Film Scene Spotlight: Ingmar Bergman’s Autumn Sonata

This will be the first in my series of posts where I discuss individual scenes in films. Ingmar Bergman’s film Autumn Sonata [1978] centres on the relationship between a mother, a self-centred concert pianist Charlotte Andergast (Ingrid Bergman), and her already grown-up and married daughter Eva (Liv Ullmann). One of the greatest film scenes in history takes place at Eva’s home when Charlotte asks her daughter to play Chopin’s Prelude op. 28 no. 2 in A minor.

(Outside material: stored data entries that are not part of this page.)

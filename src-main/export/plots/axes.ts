// Axes for the plots: light grid lines at the scales' ticks, tick labels from the scales' own
// tick formats (d3-scale), and axis titles carrying the units.
import type { ScaleLinear } from 'd3';
import { COLORS } from './colors.ts';
import { el, escapeXml, type Frame } from './svg.ts';

export function axes(x: ScaleLinear<number, number>, y: ScaleLinear<number, number>, f: Frame, xLabel: string, yLabel: string): string {
  const m = f.margin;
  const x0 = m.left, x1 = f.width - m.right, y0 = f.height - m.bottom, y1 = m.top;
  const parts: string[] = [];
  const xt = x.ticks(Math.max(2, Math.round((x1 - x0) / 90)));
  const yt = y.ticks(Math.max(2, Math.round((y0 - y1) / 50)));
  const xf = x.tickFormat(xt.length), yf = y.tickFormat(yt.length);
  for (const t of xt) {
    const X = x(t);
    parts.push(el('line', { x1: X, x2: X, y1: y1, y2: y0, stroke: COLORS.rule, 'stroke-width': 1 }));
    parts.push(el('text', { x: X, y: y0 + 18, 'text-anchor': 'middle', fill: COLORS.inkSoft }, escapeXml(xf(t))));
  }
  for (const t of yt) {
    const Y = y(t);
    parts.push(el('line', { x1: x0, x2: x1, y1: Y, y2: Y, stroke: COLORS.rule, 'stroke-width': 1 }));
    parts.push(el('text', { x: x0 - 8, y: Y + 4, 'text-anchor': 'end', fill: COLORS.inkSoft }, escapeXml(yf(t))));
  }
  parts.push(el('rect', { x: x0, y: y1, width: x1 - x0, height: y0 - y1, fill: 'none', stroke: COLORS.inkSoft, 'stroke-width': 1 }));
  parts.push(el('text', { x: (x0 + x1) / 2, y: f.height - 12, 'text-anchor': 'middle', fill: COLORS.ink }, escapeXml(xLabel)));
  parts.push(el('text', { x: 0, y: 0, transform: `translate(18 ${(y0 + y1) / 2}) rotate(-90)`, 'text-anchor': 'middle', fill: COLORS.ink }, escapeXml(yLabel)));
  return parts.join('');
}

/** A clip path for the plot area; returns [defs, clip-path attribute value]. */
export function plotClip(f: Frame, id: string): [string, string] {
  const m = f.margin;
  const defs = `<defs><clipPath id="${id}">${el('rect', { x: m.left, y: m.top, width: f.width - m.left - m.right, height: f.height - m.top - m.bottom })}</clipPath></defs>`;
  return [defs, `url(#${id})`];
}

/** A small legend in the top-right corner of the plot area. */
export function legend(f: Frame, items: { label: string; color: string; dash?: string; fill?: boolean }[]): string {
  const x1 = f.width - f.margin.right - 8;
  const w = Math.max(...items.map((i) => i.label.length)) * 7 + 40;
  const parts: string[] = [el('rect', { x: x1 - w, y: f.margin.top + 6, width: w, height: items.length * 18 + 8, fill: '#ffffff', 'fill-opacity': 0.85, stroke: COLORS.rule })];
  items.forEach((it, i) => {
    const y = f.margin.top + 20 + i * 18;
    parts.push(it.fill
      ? el('rect', { x: x1 - w + 8, y: y - 6, width: 22, height: 10, fill: it.color, 'fill-opacity': 0.25 })
      : el('line', { x1: x1 - w + 8, x2: x1 - w + 30, y1: y - 1, y2: y - 1, stroke: it.color, 'stroke-width': 2, 'stroke-dasharray': it.dash }));
    parts.push(el('text', { x: x1 - w + 36, y: y + 3, fill: COLORS.ink }, escapeXml(it.label)));
  });
  return parts.join('');
}
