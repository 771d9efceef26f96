// Public face of export/plots: SVG plot factories (d3 scales and shapes, our own SVG strings)
// and PNG rendering.
export { energyPlot, type EnergyPlotOptions } from './energy-plot.ts';
export { inputPlot, type InputPlotOptions } from './input-plot.ts';
export { phasePlot, type PhasePlotOptions } from './phase-plot.ts';
export { landscapePlot, type LandscapePlotOptions } from './landscape-plot.ts';
export { svgToPng } from './png.ts';
export { escapeXml } from './svg.ts';
export { COLORS, SERIES } from './colors.ts';
export { decimateIndices } from './decimate.ts';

Ingmar Bergman was a master of showing repressed thoughts and desires on screen and, here, Ingrid Bergman’s silent performance conveys brilliantly all the hidden emotions and thoughts brewing inside the character. In those few minutes as her daughter plays the Prelude, Charlotte is “living through things”… What memories cross her mind at this moment? What turbulent feelings arise in her? As she patiently listens to this “imperfect” performance of her daughter, what “judgement” is she passing on it? Are there simply criticism, pity and disappointment or also guilt, and touches of love, kindness and pride? Probably all of the above. This scene displays the level of subtlety and psychological depth which is simply rare in cinematography, and Ingrid Bergman, Liv Ullmann and Ingmar Bergman truly worked something magical here.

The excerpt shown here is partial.